Recall the names of just two icons of secularism that this cabal lauded: Imam Abdullah Bukhari and Syed Shahbuddin. These, among the other worst specimens of Islamic fundamentalismwere secularists in the Nehruvian definition of the term. The fact that this vile galaxy of intellectual blackmailers of Indian polity were so heartless as to lobby Rajiv Gandhi to overturn the court’s judgement and inflict cruel violence on Shah Bano, an old, impoverished and helpless Muslim woman is the everlasting monument to their infamy. Salman Rushdie, the high school prose writer standing on his hindlegs in service of his own former colonial masters, could survive a ban. Shah Bano?

For the longest time and for what it is worth today, the secularism of our secularists stops to a screeching halt just outside the marbled steps of the nearest mosque.

The most recent evidence of this fact is a foul article in Shekhar Gupta’s The Print extolling the electoral victory of a Muslim mafia don in Uttar Pradesh. We can logically expect The Print to next publish a laudatory essay on Dawood Ibrahim who saved secularism by bombing buildings in Bombay.

Anything to save secularism. Including praising the Indian Pakistani Prime Minister, Imran Khan. In the aftermath of Pulwama and then Balakot airstrikes, the secularists were more concerned about Pakistan’s well-being.

Anything to save secularism.

The same secularism that for more than half a century snatched Hindu territory and gifted it to Muslims and Christians. The same secularism that rewrote Hindu laws without the consent of Hindus to the detriment of Hindus. The same secularism that variously normalizes, condones, justifies, and even encourages Love Jihad.

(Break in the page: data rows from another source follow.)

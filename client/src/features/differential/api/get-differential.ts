import { queryOptions, useQuery } from '@tanstack/react-query';
import { differentialSchema } from '@weighhouse/shared/contracts/differential';
import { get } from '../../../lib/api';

export const differentialKey = (caseId: string) => ['case', caseId, 'differential'] as const;

export const differentialQuery = (caseId: string) =>
  queryOptions({
    queryKey: differentialKey(caseId),
    queryFn: ({ signal }) => get(`/api/cases/${caseId}/differential`, differentialSchema, signal),
  });

/** Everything the ledger shows, as far as this person may see it. */
export const useDifferential = (caseId: string) => useQuery(differentialQuery(caseId));
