import { Inject, Injectable } from '@nestjs/common';
import type { InvitePerson, Person } from '@weighhouse/shared/contracts/people';
import type { EntityManager } from 'typeorm';
import { AuditLog } from '../platform/audit-log/audit-log.js';
import { Clock } from '../platform/clock/clock.js';
import { type Configuration, CONFIGURATION } from '../platform/config/configuration.js';
import { UnitOfWork } from '../platform/database/unit-of-work.js';
import { Refusal } from '../platform/errors/refusal.js';
import type { Actor } from '../platform/http/actor.js';
import { Outbox } from '../platform/mail/outbox.js';
import { invitationLink, issueInvitation } from './issue-invitation.js';
import { PeopleList } from './people-list.js';
import { PersonRegister } from './person-register.js';

/** Brings people in by mail; the guard has asked for the administrator's role. */
@Injectable()
export class InvitePeopleService {
  constructor(
    private readonly work: UnitOfWork,
    private readonly clock: Clock,
    private readonly register: PersonRegister,
    private readonly people: PeopleList,
    private readonly audit: AuditLog,
    private readonly outbox: Outbox,
    @Inject(CONFIGURATION) private readonly configuration: Configuration,
  ) {}

  /** Adds a person and sends the link. @throws Refusal duplicate, invalid */
  invite(actor: Actor, input: InvitePerson): Promise<Person> {
    return this.work.run(async ({ em }) => {
      const { personId, token } = await this.register.add(em, input, actor.id);
      await this.send(em, input.email, token);
      return this.people.forAdministrators(em, personId);
    });
  }

  /**
   * Sends a new link: to somebody who let the first one lapse or forgot the password. An old password works until the
   * link is used.
   */
  inviteAgain(actor: Actor, personId: string): Promise<Person> {
    return this.work.run(async ({ em }) => {
      const person = await this.people.forAdministrators(em, personId);
      if (person.active !== true || person.email === undefined) {
        throw new Refusal('wrong-state', 'This person is deactivated. Activate them first.');
      }
      const token = await issueInvitation(em, personId, this.clock.now());
      await this.send(em, person.email, token);
      await this.audit.record(em, {
        actorId: actor.id,
        action: 'person.invitedAgain',
        sentence: `sent ${person.name} a new link to set a password`,
      });
      return person;
    });
  }

  private send(em: EntityManager, email: string, token: string): Promise<void> {
    return this.outbox.put(em, {
      to: email,
      subject: 'Your way in to Weighhouse',
      body: [
        'You are invited to Weighhouse, where colleagues weigh difficult cases together.',
        'Set your password with this link. It works once and for seven days:',
        invitationLink(this.configuration.PUBLIC_URL, token),
        'If you did not expect this letter, you need do nothing.',
      ].join('\n\n'),
    });
  }
}
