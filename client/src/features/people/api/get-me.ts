import { queryOptions, useQuery } from '@tanstack/react-query';
import { type Me, meSchema } from '@weighhouse/shared/contracts/people';
import { isApiError, request } from '../../../lib/api';

/** Who is signed in; null for nobody. */
async function getMe(signal: AbortSignal): Promise<Me | null> {
  try {
    return await request('GET', '/api/session', { schema: meSchema, signal, wait: false });
  } catch (error) {
    if (isApiError(error) && error.status === 401) return null;
    throw error;
  }
}

export const meQuery = queryOptions({
  queryKey: ['me'],
  queryFn: ({ signal }) => getMe(signal),
  staleTime: 60_000,
});

export const useMe = () => useQuery(meQuery);

/** The signed-in person, inside the shell, where there always is one. */
export function useSignedIn(): Me {
  const { data } = useMe();
  if (!data) throw new Error('used outside the shell');
  return data;
}
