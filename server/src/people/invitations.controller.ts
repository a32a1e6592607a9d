import { Body, Controller, Get, Param, Post } from '@nestjs/common';
import { doneSchema } from '@weighhouse/shared/contracts/common';
import {
  acceptInvitationSchema,
  invitationParamsSchema,
  invitationSchema,
} from '@weighhouse/shared/contracts/people';
import type { z } from 'zod';
import { Access } from '../platform/http/access.decorator.js';
import { Answers } from '../platform/http/answers.decorator.js';
import { InvitationsService } from './invitations.service.js';

type Params = z.infer<typeof invitationParamsSchema>;

/** The single-use link; whoever holds it is let in, so a token that works is the access check. */
@Controller('api/invitations/:token')
@Access('public')
export class InvitationsController {
  constructor(private readonly service: InvitationsService) {}

  @Get()
  @Answers(invitationSchema)
  read(@Param({ schema: invitationParamsSchema }) { token }: Params) {
    return this.service.read(token);
  }

  @Post()
  @Answers(doneSchema)
  async accept(
    @Param({ schema: invitationParamsSchema }) { token }: Params,
    @Body({ schema: acceptInvitationSchema }) input: z.infer<typeof acceptInvitationSchema>,
  ) {
    await this.service.accept(token, input.password);
    return { done: true };
  }
}
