import { useMutation } from '@tanstack/react-query';
import { doneSchema } from '@weighhouse/shared/contracts/common';
import { put } from '../../../lib/api';

interface Change {
  currentPassword: string;
  newPassword: string;
}

/** Changes one's own password; every other device is signed out. */
export const useChangePassword = () =>
  useMutation({ mutationFn: (change: Change) => put('/api/me/password', doneSchema, change) });
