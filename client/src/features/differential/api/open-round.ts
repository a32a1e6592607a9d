import { useMutation, useQueryClient } from '@tanstack/react-query';
import { type openRoundSchema, roundSchema } from '@weighhouse/shared/contracts/rounds';
import type { z } from 'zod';
import { post } from '../../../lib/api';
import { refreshDifferential } from './refresh-differential';

export function useOpenRound(caseId: string) {
  const client = useQueryClient();
  return useMutation({
    mutationFn: (body: z.input<typeof openRoundSchema>) =>
      post(`/api/cases/${caseId}/rounds`, roundSchema, body),
    onSuccess: () => refreshDifferential(client, caseId),
  });
}
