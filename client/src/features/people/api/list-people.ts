import { keepPreviousData, useQuery } from '@tanstack/react-query';
import { personListSchema, type Role } from '@weighhouse/shared/contracts/people';
import { get } from '../../../lib/api';

export interface PeopleQuery {
  role?: Role | undefined;
  q?: string | undefined;
}

/** People by role and by words of their name, specialty or centre. */
export function usePeople(query: PeopleQuery) {
  const search = new URLSearchParams();
  if (query.role) search.set('role', query.role);
  if (query.q) search.set('q', query.q);
  return useQuery({
    queryKey: ['people', query],
    queryFn: ({ signal }) => get(`/api/people?${search.toString()}`, personListSchema, signal),
    placeholderData: keepPreviousData,
  });
}
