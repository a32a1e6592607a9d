import { describe, expect, it } from 'vitest';
import { networkOf } from './network-of.js';

describe('networkOf', () => {
  it.each([
    ['192.0.2.7', '192.0.2.7'],
    ['::ffff:192.0.2.7', '192.0.2.7'],
    ['2001:db8:0:1::7', '2001:db8:0:1::/64'],
    ['2001:0DB8:0000:0001:ffff:ffff:ffff:ffff', '2001:db8:0:1::/64'],
    ['2001:db8::7', '2001:db8:0:0::/64'],
    ['::1', '0:0:0:0::/64'],
    ['fe80::1%eth0', 'fe80:0:0:0::/64'],
    ['64:ff9b::192.0.2.7', '64:ff9b:0:0::/64'],
    ['', ''],
  ])('of %j is %j', (address, network) => {
    expect(networkOf(address)).toBe(network);
  });

  it('does not tell addresses of one network apart, and two networks are two', () => {
    const one = Array.from({ length: 50 }, (_, k) => networkOf(`2001:db8:5:6:${k.toString(16)}::1`));
    expect(new Set(one).size).toBe(1);
    expect(networkOf('2001:db8:5:7::1')).not.toBe(one[0]);
  });
});
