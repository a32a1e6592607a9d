import { useMutation, useQueryClient } from '@tanstack/react-query';
import { roundSchema } from '@weighhouse/shared/contracts/rounds';
import { post } from '../../../lib/api';
import { refreshDifferential } from './refresh-differential';

/** Shows everybody the numbers of a sealed round; below the quorum only with a reason. */
export function useUnsealRound(caseId: string) {
  const client = useQueryClient();
  return useMutation({
    mutationFn: ({ roundId, reason }: { roundId: string; reason?: string }) =>
      post(`/api/rounds/${roundId}/unseal`, roundSchema, reason === undefined ? {} : { reason }),
    onSuccess: () => refreshDifferential(client, caseId),
  });
}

The same secularism that deracinated four generations of Hindu children and made them commit crimes against the sacred memory of their own ancestors who fought to preserve their Dharma and Desha.

Until Narendra Modi burst on the political stage in 2014.

In a conclave in 2013, when asked what secularism meant for him, Narendra Modi gave a simple two-word answer that left no room for any further debate: “India first.” Like his political strategies and moves, it is nearly impossible to corner him. And in 2019, he has chucked secularism in the dustbin. Where it belongs.

Today, the sputtering embers of secularism can be seen in the green flags that overwhelmed the streets of Pakistan Wayanad on May 23 2019 celebrating Rahul Gandhi’s “victory.” And in its graveyard: Amethi.

Postscript: I’m reminded of a rather delicious epitaph that Byron wrote on the death of Viscount Castlereagh:

Posterity will ne’er survey

a Nobler grave than this:

Here lie the bones of Castlereagh:

Stop, traveller, and piss!

Substitute “Castlereagh” with “Secularism.”